··· Given information ···
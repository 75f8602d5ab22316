//! `datapackage.json`: what the tables are, for programs, by Data Package version 2, an open standard of the Frictionless project.

use super::columns::{Cells, Holds, NO_NUMBER, unit};
use super::json::lines;
use super::tables::{ReportFile, about};
use serde::Serialize;
use sha2::{Digest, Sha256};
use std::fmt::Write;

#[derive(Serialize)]
struct Package<'a> {
    #[serde(rename = "$schema")]
    schema: &'static str,
    title: &'a str,
    description: &'static str,
    resources: Vec<Resource<'a>>,
}

#[derive(Serialize)]
struct Resource<'a> {
    name: &'a str,
    path: &'a str,
    description: &'static str,
    format: &'static str,
    mediatype: &'static str,
    encoding: &'static str,
    bytes: usize,
    hash: String,
    schema: Schema,
}

#[derive(Serialize)]
struct Schema {
    #[serde(rename = "$schema")]
    schema: &'static str,
    fields: Vec<Field>,
    #[serde(rename = "missingValues")]
    missing_values: [&'static str; 1],
}

#[derive(Serialize)]
struct Field {
    name: String,
    #[serde(rename = "type")]
    holds: &'static str,
    #[serde(skip_serializing_if = "Option::is_none")]
    unit: Option<&'static str>,
    #[serde(rename = "missingValues", skip_serializing_if = "Option::is_none")]
    missing_values: Option<[&'static str; 4]>,
    #[serde(rename = "trueValues", skip_serializing_if = "Option::is_none")]
    true_values: Option<[&'static str; 1]>,
    #[serde(rename = "falseValues", skip_serializing_if = "Option::is_none")]
    false_values: Option<[&'static str; 1]>,
}

/// The description of these tables: names, types, units, marks of what is missing, sizes and digests.
///
/// # Errors
/// A number that JSON cannot hold: a fault of ours.
pub fn data_package_json(title: &str, tables: &[ReportFile]) -> serde_json::Result<Vec<u8>> {
    let resources = tables.iter().filter_map(|(path, table)| {
        let name = path.strip_prefix("tables/")?.strip_suffix(".csv")?;
        let cells = Cells::of(table)?;
        Some(Resource {
            name,
            path,
            description: about(name),
            format: "csv",
            mediatype: "text/csv",
            encoding: "utf-8",
            bytes: table.len(),
            hash: format!("sha256:{}", digest(table)),
            schema: Schema {
                schema: "https://datapackage.org/profiles/2.0/tableschema.json",
                fields: cells
                    .header
                    .iter()
                    .enumerate()
                    .map(|(at, name)| Field::of(name, cells.holds(at)))
                    .collect(),
                missing_values: [""],
            },
        })
    });
    lines(&Package {
        schema: "https://datapackage.org/profiles/2.0/datapackage.json",
        title,
        description: "Tables of a study by thawline. A planning aid: what if, not forecast; not for flood forecasting, flood design, or \
                      the operation or safety of dams.",
        resources: resources.collect(),
    })
}

impl Field {
    fn of(name: &str, holds: Holds) -> Self {
        let is = |kind| holds == kind;
        Self {
            name: name.to_owned(),
            holds: match holds {
                Holds::Numbers => "number",
                Holds::YesOrNo => "boolean",
                Holds::Dates => "date",
                Holds::Words => "string",
            },
            unit: unit(name).filter(|_| is(Holds::Numbers)),
            missing_values: is(Holds::Numbers).then_some(NO_NUMBER),
            true_values: is(Holds::YesOrNo).then_some(["yes"]),
            false_values: is(Holds::YesOrNo).then_some(["no"]),
        }
    }
}

fn digest(bytes: &[u8]) -> String {
    Sha256::digest(bytes).iter().fold(String::new(), |mut text, byte| {
        let _ = write!(text, "{byte:02x}");
        text
    })
}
···
(What is expected):
Line by line, retype all the entries exactly as they are shown.

(Answer to this task):
repository 75f8602d5ab22316
//! `datapackage.json`: what the tables are, for programs, by Data Package version 2, an open standard of the Frictionless project.

use super::columns::{Cells, Holds, NO_NUMBER, unit};
use super::json::lines;
use super::tables::{ReportFile, about};
use serde::Serialize;
use sha2::{Digest, Sha256};
use std::fmt::Write;

#[derive(Serialize)]
struct Package<'a> {
    #[serde(rename = "$schema")]
    schema: &'static str,
    title: &'a str,
    description: &'static str,
    resources: Vec<Resource<'a>>,
}

#[derive(Serialize)]
struct Resource<'a> {
    name: &'a str,
    path: &'a str,
    description: &'static str,
    format: &'static str,
    mediatype: &'static str,
    encoding: &'static str,
    bytes: usize,
    hash: String,
    schema: Schema,
}

#[derive(Serialize)]
struct Schema {
    #[serde(rename = "$schema")]
    schema: &'static str,
    fields: Vec<Field>,
    #[serde(rename = "missingValues")]
    missing_values: [&'static str; 1],
}

#[derive(Serialize)]
struct Field {
    name: String,
    #[serde(rename = "type")]
    holds: &'static str,
    #[serde(skip_serializing_if = "Option::is_none")]
    unit: Option<&'static str>,
    #[serde(rename = "missingValues", skip_serializing_if = "Option::is_none")]
    missing_values: Option<[&'static str; 4]>,
    #[serde(rename = "trueValues", skip_serializing_if = "Option::is_none")]
    true_values: Option<[&'static str; 1]>,
    #[serde(rename = "falseValues", skip_serializing_if = "Option::is_none")]
    false_values: Option<[&'static str; 1]>,
}

/// The description of these tables: names, types, units, marks of what is missing, sizes and digests.
///
/// # Errors
/// A number that JSON cannot hold: a fault of ours.
pub fn data_package_json(title: &str, tables: &[ReportFile]) -> serde_json::Result<Vec<u8>> {
    let resources = tables.iter().filter_map(|(path, table)| {
        let name = path.strip_prefix("tables/")?.strip_suffix(".csv")?;
        let cells = Cells::of(table)?;
        Some(Resource {
            name,
            path,
            description: about(name),
            format: "csv",
            mediatype: "text/csv",
            encoding: "utf-8",
            bytes: table.len(),
            hash: format!("sha256:{}", digest(table)),
            schema: Schema {
                schema: "https://datapackage.org/profiles/2.0/tableschema.json",
                fields: cells
                    .header
                    .iter()
                    .enumerate()
                    .map(|(at, name)| Field::of(name, cells.holds(at)))
                    .collect(),
                missing_values: [""],
            },
        })
    });
    lines(&Package {
        schema: "https://datapackage.org/profiles/2.0/datapackage.json",
        title,
        description: "Tables of a study by thawline. A planning aid: what if, not forecast; not for flood forecasting, flood design, or \
                      the operation or safety of dams.",
        resources: resources.collect(),
    })
}

impl Field {
    fn of(name: &str, holds: Holds) -> Self {
        let is = |kind| holds == kind;
        Self {
            name: name.to_owned(),
            holds: match holds {
                Holds::Numbers => "number",
                Holds::YesOrNo => "boolean",
                Holds::Dates => "date",
                Holds::Words => "string",
            },
            unit: unit(name).filter(|_| is(Holds::Numbers)),
            missing_values: is(Holds::Numbers).then_some(NO_NUMBER),
            true_values: is(Holds::YesOrNo).then_some(["yes"]),
            false_values: is(Holds::YesOrNo).then_some(["no"]),
        }
    }
}

fn digest(bytes: &[u8]) -> String {
    Sha256::digest(bytes).iter().fold(String::new(), |mut text, byte| {
        let _ = write!(text, "{byte:02x}");
        text
    })
}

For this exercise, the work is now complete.